As for Indium, I have not used it, but it is very common in electronics exsp. for connections between glass or ceramic substrates. It has a very low melting point of around 160C°, so even if it was alloyed together with bismuth and tin you should be able to narrow the search it by finding out the melting point of this alloy.

Btw: Bismuth has a very special smell if molten ( still unsure if that is the metal itself or the flux) It smells good! -To me at least.... :mrgreen:


----------



## solar_plasma (Sep 18, 2014)

g_axelsson said:


> Interesting.... the 2 um AuIn2 in the interface seems to contain quite a lot of gold. It would probably end up alloyed to the indium. I see a weekend filled with fun experiments. :mrgreen:
> 
> Thanks for sharing!
> 
> Göran


 I can't find the text about "2 um AuIn2" and what is meant by "interface" in this context?


----------



## g_axelsson (Sep 18, 2014)

The linked page was removed, had to dig a bit but found it at the wayback machine...
https://web.archive.org/web/20081011142516/http://www.intel.com/technology/itj/2008/v12i1/1-materials/5-solder.htm

With interface I meant the surface soldered to the heat spreader. In the text they talk about TIM = Thermal Interface Material = the indium foil and the plated metals.

Göran


----------



## solar_plasma (Sep 18, 2014)

Thank you, Göran!

I reviewed my collection of CPU's and it seems also other Intel CPU's beside Celeron D and Pentium4 have indium soldered heat spreaders: Intel Core 2 Duo and Pentium D

I don't want to look inside my two i5's, my kids will get those for their PC's.

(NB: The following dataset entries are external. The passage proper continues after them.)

- SqliteStore (sqlite.py): statements take microseconds, so they run on the event loop
  itself, on one connection per process; a writer that meets another process's write lock
  awaits a short back-off instead of sleeping in SQLite's busy handler, and WAL checkpoints
  run in a thread of their own.
- PostgresStore (postgres.py): asynchronous psycopg on one pool per process; a submission's
  reads are one statement and its write is one statement, so each is one round trip and the
  loop never waits on the network.

Uniqueness and idempotency rest on the database: (note_key, version) is unique, and a
second writer of the same version gets DuplicateVersionError. Driver errors become
UnavailableError (capnote.errors); times go in and come out as aware UTC (read_moment).
"""

from __future__ import annotations

import hmac
from abc import ABC, abstractmethod
from collections.abc import Callable, Sequence
from dataclasses import dataclass, fields
from datetime import UTC, datetime, timedelta
from functools import partial
from typing import Any, TypeVar

from sqlalchemy import (
    Integer,
    and_,
    bindparam,
    exists,
    false,
    func,
    insert,
    literal,
    null,
    or_,
    select,
    true,
    tuple_,
    union_all,
    update,
)
from sqlalchemy.engine import Dialect
from sqlalchemy.sql import ClauseElement

from capnote.derive import PriorSession
from capnote.fhir.readmodel import Searchable
from capnote.fhir.search import Criteria
from capnote.store import audit_sql, review_sql
from capnote.store.audit_sql import GroupFigures
from capnote.store.review_sql import REVIEW_COLUMNS, ReviewRow, review_params
from capnote.store.tables import (
    ApiToken,
    AuditEntry,
    FhirIndex,
    FhirToken,
    NoteVersion,
    OutboxEntry,
    ReviewVersion,
)
from capnote.tokens import hash_token, new_secret

_NOTE = NoteVersion.__table__  # type: ignore[attr-defined]
_INDEX = FhirIndex.__table__  # type: ignore[attr-defined]
_AUDIT = AuditEntry.__table__  # type: ignore[attr-defined]
_OUTBOX = OutboxEntry.__table__  # type: ignore[attr-defined]
_REVIEW = ReviewVersion.__table__  # type: ignore[attr-defined]
_TOKEN = ApiToken.__table__  # type: ignore[attr-defined]
_TOKEN_ROWS = FhirToken.__table__  # type: ignore[attr-defined]
# The columns a version's search rows are written with (both drivers).
INDEX_COLUMNS = (
    "note_key",
    "role",
    "version",
    "resource_type",
    "status",
    "date",
    "date_end",
    "sort_at",
)
TOKEN_ROW_COLUMNS = ("note_key", "version", "role", "param", "system", "code")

Funny things you can collect, when people know you love that old sh.. :shock: ...stuff :mrgreen:


----------



## GoogleAdmin (Nov 17, 2021)

IT ISNT PURE INDIUM, it is 10 to 20% indium, than tin and other metals


----------



## silversaddle1 (Nov 17, 2021)

Has anyone even bothered to try to recover the gold on the bottom of the lids? Seem like a lot more work than worth.


----------



## cejohnsonsr1 (Nov 18, 2021)

It is. There's just not enough gold in newer escrap to justify the cost of processing unless you're working on an industrial scale.


----------